===== SUPPLIED RECORDS =====

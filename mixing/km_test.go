package mixing

import (
	"math"
	"testing"

	"github.com/antipode-color/antipode/cie"
	"github.com/antipode-color/antipode/colorimetry"
	"gonum.org/v1/gonum/floats/scalar"
)

// TestKSInverse checks that K/S = (1 − R)²/(2R) and
// R∞ = 1 + K/S − √((K/S)² + 2K/S) are inverse functions (a mathematical
// invariant of the Kubelka–Munk formulas) and the special value
// K/S = 1 ⇒ R∞ = 2 − √3 (solve (1 − R)² = 2R).
func TestKSInverse(t *testing.T) {
	t.Parallel()
	for _, tc := range []struct {
		r   float64
		tol float64 // relative; round-off of a few operations
	}{
		{1e-4, 1e-12}, {0.01, 1e-13}, {0.1, 1e-14}, {0.2679, 1e-14}, {0.5, 1e-14}, {0.9, 1e-14}, {0.999, 1e-12}, {1, 0},
	} {
		q := KS(tc.r)
		if got := ReflectanceInf(q); !scalar.EqualWithinAbsOrRel(got, tc.r, tc.tol, tc.tol) {
			t.Errorf("R∞(KS(%g)) = %.17g", tc.r, got)
		}
		// And the other way, in the straightforward form of the issue.
		direct := 1 + q - math.Sqrt(q*q+2*q)
		if !scalar.EqualWithinAbsOrRel(direct, tc.r, 1e-9, 1e-9) {
			t.Errorf("1 + q − √(q² + 2q) at q = KS(%g): %.17g", tc.r, direct)
		}
	}
	for _, q := range []float64{0, 1e-9, 0.25, 1, 4.05, 50, 1e6} {
		if got := KS(ReflectanceInf(q)); !scalar.EqualWithinAbsOrRel(got, q, 1e-12, 1e-9) {
			t.Errorf("KS(R∞(%g)) = %.17g", q, got)
		}
	}
	if got, want := ReflectanceInf(1), 2-math.Sqrt(3); !scalar.EqualWithinAbsOrRel(got, want, 1e-15, 1e-15) {
		t.Errorf("R∞(1) = %.17g, want 2 − √3 = %.17g", got, want)
	}
	// Special cases stated in the doc comments.
	if !math.IsInf(KS(0), 1) || KS(1) != 0 || ReflectanceInf(0) != 1 || ReflectanceInf(math.Inf(1)) != 0 || !math.IsNaN(ReflectanceInf(-1)) {
		t.Error("special cases of KS / ReflectanceInf")
	}
	if q, c := KSClamped(0); !c || !(q > 4000 && q < 6000) {
		t.Errorf("KSClamped(0) = %g, %v: want the 1e-4 clamp (≈ 5000) and a flag", q, c)
	}
	if q, c := KSClamped(1.02); !c || q != 0 {
		t.Errorf("KSClamped(1.02) = %g, %v", q, c)
	}
}

// TestKSTable checks the Kubelka–Munk function against rounded tabulated
// values of K/S for R∞ = 0.01, 0.05, 0.10, 0.20, 0.50, 0.80 (the kind of
// table printed in colour-technology textbooks, e.g. Judd & Wyszecki,
// "Color in Business, Science and Industry"; values from memory, 3
// significant figures, so tol is half a unit of the last digit).
func TestKSTable(t *testing.T) {
	t.Parallel()
	for _, tc := range []struct{ r, ks, tol float64 }{
		{0.01, 49.0, 0.05},
		{0.05, 9.025, 0.0005},
		{0.10, 4.05, 0.005},
		{0.20, 1.60, 0.005},
		{0.50, 0.250, 0.0005},
		{0.80, 0.0250, 0.00005},
	} {
		if got := KS(tc.r); math.Abs(got-tc.ks) > tc.tol {
			t.Errorf("K/S at R∞ = %g: %.5g, table %g", tc.r, got, tc.ks)
		}
	}
}

// kmODE integrates the Kubelka–Munk two-flux equations through a film of
// thickness x over a backing rg, by classical Runge–Kutta (4th order) with
// n steps. With i the downward and j the upward diffuse flux and z the
// depth:
//
//	di/dz = −(K + S)·i + S·j,   dj/dz = (K + S)·j − S·i
//
// (Kubelka & Munk 1931). It shoots from the backing (j = rg·i at z = x,
// with i = 1 there) up to the surface and returns R = j/i and T = i(x)/i(0)
// at the surface.
func kmODE(k, s, x, rg float64, n int) (r, tr float64) {
	// Integrate upwards in u = x − z: di/du = (K+S)·i − S·j, dj/du = −(K+S)·j + S·i.
	f := func(i, j float64) (float64, float64) {
		return (k+s)*i - s*j, -(k+s)*j + s*i
	}
	i, j := 1.0, rg
	h := x / float64(n)
	for range n {
		a1, b1 := f(i, j)
		a2, b2 := f(i+h/2*a1, j+h/2*b1)
		a3, b3 := f(i+h/2*a2, j+h/2*b2)
		a4, b4 := f(i+h*a3, j+h*b3)
		i += h / 6 * (a1 + 2*a2 + 2*a3 + a4)
		j += h / 6 * (b1 + 2*b2 + 2*b3 + b4)
	}
	return j / i, 1 / i
}

// TestLayerODE checks Kubelka's hyperbolic solution against a numerical
// integration of the two-flux differential equations it solves (a
// mathematical check, independent of the closed form). RK4 with 20000
// steps has a global error far below the 1e-9 tolerance for these
// optical thicknesses (error ~ (h·(K+S))⁴).
func TestLayerODE(t *testing.T) {
	t.Parallel()
	for _, tc := range []struct{ k, s, x, rg float64 }{
		{0.25, 1, 1, 0},   // the worked example below
		{0.25, 1, 1, 0.8}, // over white
		{2, 0.5, 0.3, 0.6},
		{0.01, 3, 2, 0.2},
		{5, 0.2, 0.05, 0.9},
		{0, 1, 0.7, 0.3}, // no absorption
	} {
		r, tr := kmODE(tc.k, tc.s, tc.x, tc.rg, 20000)
		if got := LayerReflectance(tc.k, tc.s, tc.x, tc.rg); !scalar.EqualWithinAbsOrRel(got, r, 1e-9, 1e-9) {
			t.Errorf("R(K=%g, S=%g, X=%g, Rg=%g) = %.12g, ODE %.12g", tc.k, tc.s, tc.x, tc.rg, got, r)
		}
		if tc.rg == 0 {
			if got := LayerTransmittance(tc.k, tc.s, tc.x); !scalar.EqualWithinAbsOrRel(got, tr, 1e-9, 1e-9) {
				t.Errorf("T(K=%g, S=%g, X=%g) = %.12g, ODE %.12g", tc.k, tc.s, tc.x, got, tr)
			}
		}
	}
}

// TestLayerWorkedExample follows a worked example of Kubelka's formulas:
// a film with K/S = 0.25 has a = 1.25, b = 0.75 and R∞ = a − b = 0.5; at
// S·X = 1 it reflects R0 = 1/(a + b·coth b) = 0.41138 over black and
// transmits T = b/(a·sinh b + b·cosh b) = 0.37520 (Kubelka 1948,
// J. Opt. Soc. Am. 38, 448, the relations a = (1 + R0² − T²)/(2R0) and
// R∞ = a − b; numbers worked by hand from memory of the paper's
// formulas, 5 decimals).
func TestLayerWorkedExample(t *testing.T) {
	t.Parallel()
	r0 := LayerReflectance(0.25, 1, 1, 0)
	tr := LayerTransmittance(0.25, 1, 1)
	for _, c := range []struct {
		what      string
		got, want float64
	}{
		{"R∞", ReflectanceInf(0.25), 0.5},
		{"R0", r0, 0.41138},
		{"T", tr, 0.37520},
		{"a from R0, T", (1 + r0*r0 - tr*tr) / (2 * r0), 1.25},
	} {
		// 5 decimals printed: half a unit of the last.
		if math.Abs(c.got-c.want) > 5e-6 {
			t.Errorf("%s = %.7f, want %.5f", c.what, c.got, c.want)
		}
	}
}

// TestLayerLimits checks the finite-layer formula's limits: it tends to
// R∞ as the film thickens and to the backing as it vanishes (the issue's
// stated invariants), and the closed forms without absorption
// (R = (S·X·(1 − Rg) + Rg)/(1 + S·X·(1 − Rg)), Kubelka 1948, from memory)
// and without scattering (Beer–Lambert–Bouguer, R = Rg·e^(−2KX)).
func TestLayerLimits(t *testing.T) {
	t.Parallel()
	for _, tc := range []struct{ k, s, rg float64 }{{0.25, 1, 0}, {0.25, 1, 0.85}, {3, 0.1, 0.5}, {0.01, 2, 0.9}} {
		rInf := ReflectanceInf(tc.k / tc.s)
		if got := LayerReflectance(tc.k, tc.s, 1e4, tc.rg); !scalar.EqualWithinAbsOrRel(got, rInf, 1e-12, 1e-12) {
			t.Errorf("thick film (K=%g S=%g Rg=%g): %.15g, want R∞ %.15g", tc.k, tc.s, tc.rg, got, rInf)
		}
		if got := LayerReflectance(tc.k, tc.s, 1e-9, tc.rg); !scalar.EqualWithinAbsOrRel(got, tc.rg, 1e-8, 1e-8) {
			t.Errorf("vanishing film (K=%g S=%g): %.15g, want the backing %g", tc.k, tc.s, got, tc.rg)
		}
		if got := LayerReflectance(tc.k, tc.s, 0, tc.rg); got != tc.rg {
			t.Errorf("X = 0: %g", got)
		}
	}
	for _, tc := range []struct{ s, x, rg float64 }{{1, 0.5, 0}, {2, 1, 0.4}} {
		want := (tc.s*tc.x*(1-tc.rg) + tc.rg) / (1 + tc.s*tc.x*(1-tc.rg))
		if got := LayerReflectance(0, tc.s, tc.x, tc.rg); !scalar.EqualWithinAbsOrRel(got, want, 1e-12, 1e-12) {
			t.Errorf("K = 0: %.15g, want %.15g", got, want)
		}
		if got := LayerTransmittance(0, tc.s, tc.x); !scalar.EqualWithinAbsOrRel(got, 1/(1+tc.s*tc.x), 1e-12, 1e-12) {
			t.Errorf("T at K = 0: %g", got)
		}
	}
	if got := LayerReflectance(0.7, 0, 0.5, 0.8); !scalar.EqualWithinAbsOrRel(got, 0.8*math.Exp(-0.7), 1e-15, 1e-15) {
		t.Errorf("S = 0: %g", got)
	}
	if got := LayerTransmittance(1, 1, 1e6); got != 0 {
		t.Errorf("T of a very thick film = %g, want 0 (not NaN)", got)
	}
}

// TestHiding checks the contrast ratio and the hiding thickness: the
// ratio rises from 0 towards 1 with thickness (Kubelka 1948; common
// practice, no source, for the 0.98 criterion) and HidingThickness
// inverts it.
func TestHiding(t *testing.T) {
	t.Parallel()
	k, s, rw := 0.05, 2.0, 0.8
	prev := 0.0
	for _, x := range []float64{0.01, 0.1, 0.5, 1, 2, 5, 20} {
		cr := ContrastRatio(k, s, x, rw)
		if !(cr > prev && cr <= 1) {
			t.Errorf("contrast ratio %g at X = %g after %g", cr, x, prev)
		}
		prev = cr
	}
	x, err := HidingThickness(k, s, rw, 0.98)
	if err != nil {
		t.Fatal(err)
	}
	// Bisection to 1e-13 relative in X; the ratio's slope is < 1.
	if got := ContrastRatio(k, s, x, rw); math.Abs(got-0.98) > 1e-10 {
		t.Errorf("contrast ratio at the hiding thickness %g: %.12g", x, got)
	}
	if _, err := HidingThickness(0, 0, rw, 0.98); err == nil {
		t.Error("a film with K = S = 0 cannot hide")
	}
	if _, err := HidingThickness(k, s, rw, 1); err == nil {
		t.Error("cr = 1 accepted")
	}
}

// TestFilmFromBackings round-trips Kubelka's formulas: a film computed
// over two backings gives back its R∞, S·X, R0 and T (mathematical
// invariant), and a film darker over white than over black is an error.
func TestFilmFromBackings(t *testing.T) {
	t.Parallel()
	for _, tc := range []struct{ k, s, x, gb, gw float64 }{
		{0.25, 1, 1, 0, 0.8},
		{0.25, 1, 1, 0.03, 0.8},
		{2, 0.3, 0.4, 0.01, 0.85},
		{0.02, 1, 0.3, 0.05, 0.9},
	} {
		rb := LayerReflectance(tc.k, tc.s, tc.x, tc.gb)
		rw := LayerReflectance(tc.k, tc.s, tc.x, tc.gw)
		f, err := FilmFromBackings(rb, rw, tc.gb, tc.gw, 0.01)
		if err != nil {
			t.Fatal(err)
		}
		// Round-off only: tol 1e-10.
		for _, c := range []struct {
			what      string
			got, want float64
		}{
			{"R∞", f.RInf, ReflectanceInf(tc.k / tc.s)},
			{"S·X", f.SX, tc.s * tc.x},
			{"R0", f.R0, LayerReflectance(tc.k, tc.s, tc.x, 0)},
			{"T", f.T, LayerTransmittance(tc.k, tc.s, tc.x)},
		} {
			if !scalar.EqualWithinAbsOrRel(c.got, c.want, 1e-10, 1e-10) {
				t.Errorf("%+v: %s = %.12g, want %.12g", tc, c.what, c.got, c.want)
			}
		}
	}
	f, err := FilmFromBackings(0.3, 0.3, 0, 0.8, 0.01)
	if err != nil || math.Abs(f.RInf-0.3) > 1e-15 || !math.IsInf(f.SX, 1) {
		t.Errorf("a hiding film: %+v, %v", f, err)
	}
	if _, err := FilmFromBackings(0.3, 0.2, 0, 0.8, 0.01); err == nil {
		t.Error("darker over white than over black accepted")
	}
}

// TestSaunderson checks the Saunderson correction: k1 = ((n − 1)/(n + 1))²
// = 0.04 for n = 1.5 (Fresnel at normal incidence; the value of the shared
// benchmark, shared/bench/README.md), Measured and Internal are inverse
// (mathematical invariant), a perfect internal white measures 1 and an
// internal black measures k1 with the specular component included and 0
// without (from the formula, Saunderson 1942).
func TestSaunderson(t *testing.T) {
	t.Parallel()
	s, err := SaundersonFromIndex(1.5, 0.6, false)
	if err != nil {
		t.Fatal(err)
	}
	if !scalar.EqualWithinAbsOrRel(s.K1, 0.04, 1e-16, 1e-15) {
		t.Errorf("k1(1.5) = %.17g", s.K1)
	}
	x := Saunderson{K1: 0.04, K2: 0.6, SpecularExcluded: true}
	for _, sd := range []Saunderson{s, x, {}} {
		for _, r := range []float64{0, 0.01, 0.3, 0.7, 1} {
			if got := sd.Internal(sd.Measured(r)); !scalar.EqualWithinAbsOrRel(got, r, 1e-15, 1e-14) {
				t.Errorf("%+v: Internal(Measured(%g)) = %.17g", sd, r, got)
			}
		}
	}
	if got := s.Measured(1); !scalar.EqualWithinAbsOrRel(got, 1, 1e-15, 1e-15) {
		t.Errorf("Measured(1) = %g", got)
	}
	if math.Abs(s.Measured(0)-0.04) > 1e-16 || x.Measured(0) != 0 {
		t.Errorf("Measured(0): included %g, excluded %g", s.Measured(0), x.Measured(0))
	}
	// The derivative used by the solver, against a central difference
	// (h = 1e-6: error ~h², tol 1e-8).
	for _, r := range []float64{0.05, 0.5, 0.95} {
		_, d := s.measuredSlope(r)
		fd := (s.Measured(r+1e-6) - s.Measured(r-1e-6)) / 2e-6
		if !scalar.EqualWithinAbsOrRel(d, fd, 1e-8, 1e-8) {
			t.Errorf("dRm/dR at %g: %g, difference %g", r, d, fd)
		}
	}
	if _, err := SaundersonFromIndex(0.5, 0.6, false); err == nil {
		t.Error("n < 1 accepted")
	}
	if err := (Saunderson{K2: 1}).Validate(); err == nil {
		t.Error("k2 = 1 accepted")
	}
}

// TestForwardMatchesBench checks the forward model against the shared
// benchmark's reference implementation (shared/bench/refcolor.py, km_mix:
// two-constant Kubelka–Munk with Saunderson, specular included): the true
// recipes of km_truth.json must reproduce km_targets.json. The targets
// were written with 17 significant digits; tol 1e-12 covers round-off.
func TestForwardMatchesBench(t *testing.T) {
	t.Parallel()
	d := loadBench(t)
	var worst float64
	for i, tr := range d.truth {
		var am []Amount
		for j, c := range tr {
			am = append(am, Amount{Name: d.model.Colorants[j].Name, Value: c})
		}
		r := mustReflectance(t, d.model, am)
		for l := range r.Len() {
			worst = math.Max(worst, math.Abs(r.Value(l)-d.targets[i].Value(l)))
		}
	}
	if worst > 1e-12 {
		t.Errorf("largest |ΔR| against the reference implementation: %g", worst)
	}
}

// TestEffWeights checks the folded weighting table against the library's
// own path, Weights.XYZ of the spectrum resampled to the computation grid
// (fast versus reference; interpolation is linear in the data, so they
// agree to round-off: tol 1e-10 on Y = 100).
func TestEffWeights(t *testing.T) {
	t.Parallel()
	p := synthModel(4)
	for _, ill := range []colorimetry.NamedIlluminant{d65(), {Name: "A", Spectrum: cie.A()}} {
		e, err := newEffWeights(cie.CIE1931(), ill, p.Grid)
		if err != nil {
			t.Fatal(err)
		}
		r := mustReflectance(t, p, []Amount{{"white", 0.9}, {"amber", 0.06}, {"rose", 0.04}})
		want, err := e.full.XYZ(r)
		if err != nil {
			t.Fatal(err)
		}
		got := e.xyz(r.Values(nil))
		if !scalar.EqualWithinAbsOrRel(got.X, want.X, 1e-10, 1e-10) || !scalar.EqualWithinAbsOrRel(got.Y, want.Y, 1e-10, 1e-10) || !scalar.EqualWithinAbsOrRel(got.Z, want.Z, 1e-10, 1e-10) {
			t.Errorf("%s: folded %v, reference %v", ill.Name, got, want)
		}
		// labOf against XYZ.Lab of package colorimetry.
		l1 := labOf(want, e.white)
		l2, err := want.Lab(e.white)
		if err != nil || colorimetry.DeltaEab(l1, l2) > 1e-12 {
			t.Errorf("labOf %v, XYZ.Lab %v", l1, l2)
		}
	}
}

// TestDE00Metric checks the local CIEDE2000 metric: for small differences
// ‖U·d‖ approximates ΔE00 (to first order; at |d| = 0.05 the relative
// error of the quadratic form is below 1 %, from the smoothness of
// CIEDE2000 away from C = 0).
func TestDE00Metric(t *testing.T) {
	t.Parallel()
	for _, lab := range []colorimetry.Lab{{L: 50, A: 20, B: -30}, {L: 80, A: -5, B: 60}, {L: 30, A: 40, B: 10}, {L: 60, A: 0.5, B: 0.5}} {
		u := de00Metric(lab)
		for _, d := range [][3]float64{{0.05, 0, 0}, {0, 0.03, 0.04}, {0.02, -0.03, 0.01}} {
			var n float64
			for i := range 3 {
				var v float64
				for k := i; k < 3; k++ {
					v += u[i][k] * d[k]
				}
				n += v * v
			}
			want := colorimetry.DeltaE2000(lab, colorimetry.Lab{L: lab.L + d[0], A: lab.A + d[1], B: lab.B + d[2]})
			if !scalar.EqualWithinAbsOrRel(math.Sqrt(n), want, 1e-12, 0.01) {
				t.Errorf("%v + %v: metric %g, ΔE00 %g", lab, d, math.Sqrt(n), want)
			}
		}
	}
}

// TestSingleConstant checks the single-constant model against the
// two-constant one: when every colorant scatters alike (S equal), the
// mix's K/S = Σ cᵢKᵢ / Σ cᵢS reduces to the K/S additivity of the
// single-constant model (a mathematical identity of the two models).
func TestSingleConstant(t *testing.T) {
	t.Parallel()
	k := []float64{0.02, 5, 0.8} // substrate/white, two colorants; S = 0.5 for all
	const s = 0.5
	for _, c := range [][]float64{{1, 0, 0}, {0.9, 0.1, 0}, {0.7, 0.2, 0.1}} {
		var km, sm float64
		for i := range k {
			km += c[i] * k[i]
			sm += c[i] * s
		}
		two := ReflectanceInf(km / sm)
		// Single-constant with the white's K/S as substrate and the unit
		// K/S of each colorant relative to it, per unit of total amount.
		one := SingleConstant(c[0]*k[0]/sm, []float64{k[1] / sm, k[2] / sm}, c[1:])
		if !scalar.EqualWithinAbsOrRel(one, two, 1e-15, 1e-14) {
			t.Errorf("c = %v: single-constant %.17g, two-constant %.17g", c, one, two)
		}
	}
	if !math.IsNaN(SingleConstant(0.1, []float64{1}, []float64{-1})) {
		t.Error("negative amount accepted")
	}
}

=====

== AIM OF THE EXERCISE ==
Look above for the line holding "func TestHiding(t *testing.T)". Print it and every line after it, exactly, through the line holding "if got := ContrastRatio(k, s, x, rw);".

== EXERCISE RESPONSE ==
func TestHiding(t *testing.T) {
	t.Parallel()
	k, s, rw := 0.05, 2.0, 0.8
	prev := 0.0
	for _, x := range []float64{0.01, 0.1, 0.5, 1, 2, 5, 20} {
		cr := ContrastRatio(k, s, x, rw)
		if !(cr > prev && cr <= 1) {
			t.Errorf("contrast ratio %g at X = %g after %g", cr, x, prev)
		}
		prev = cr
	}
	x, err := HidingThickness(k, s, rw, 0.98)
	if err != nil {
		t.Fatal(err)
	}
	// Bisection to 1e-13 relative in X; the ratio's slope is < 1.
	if got := ContrastRatio(k, s, x, rw); math.Abs(got-0.98) > 1e-10 {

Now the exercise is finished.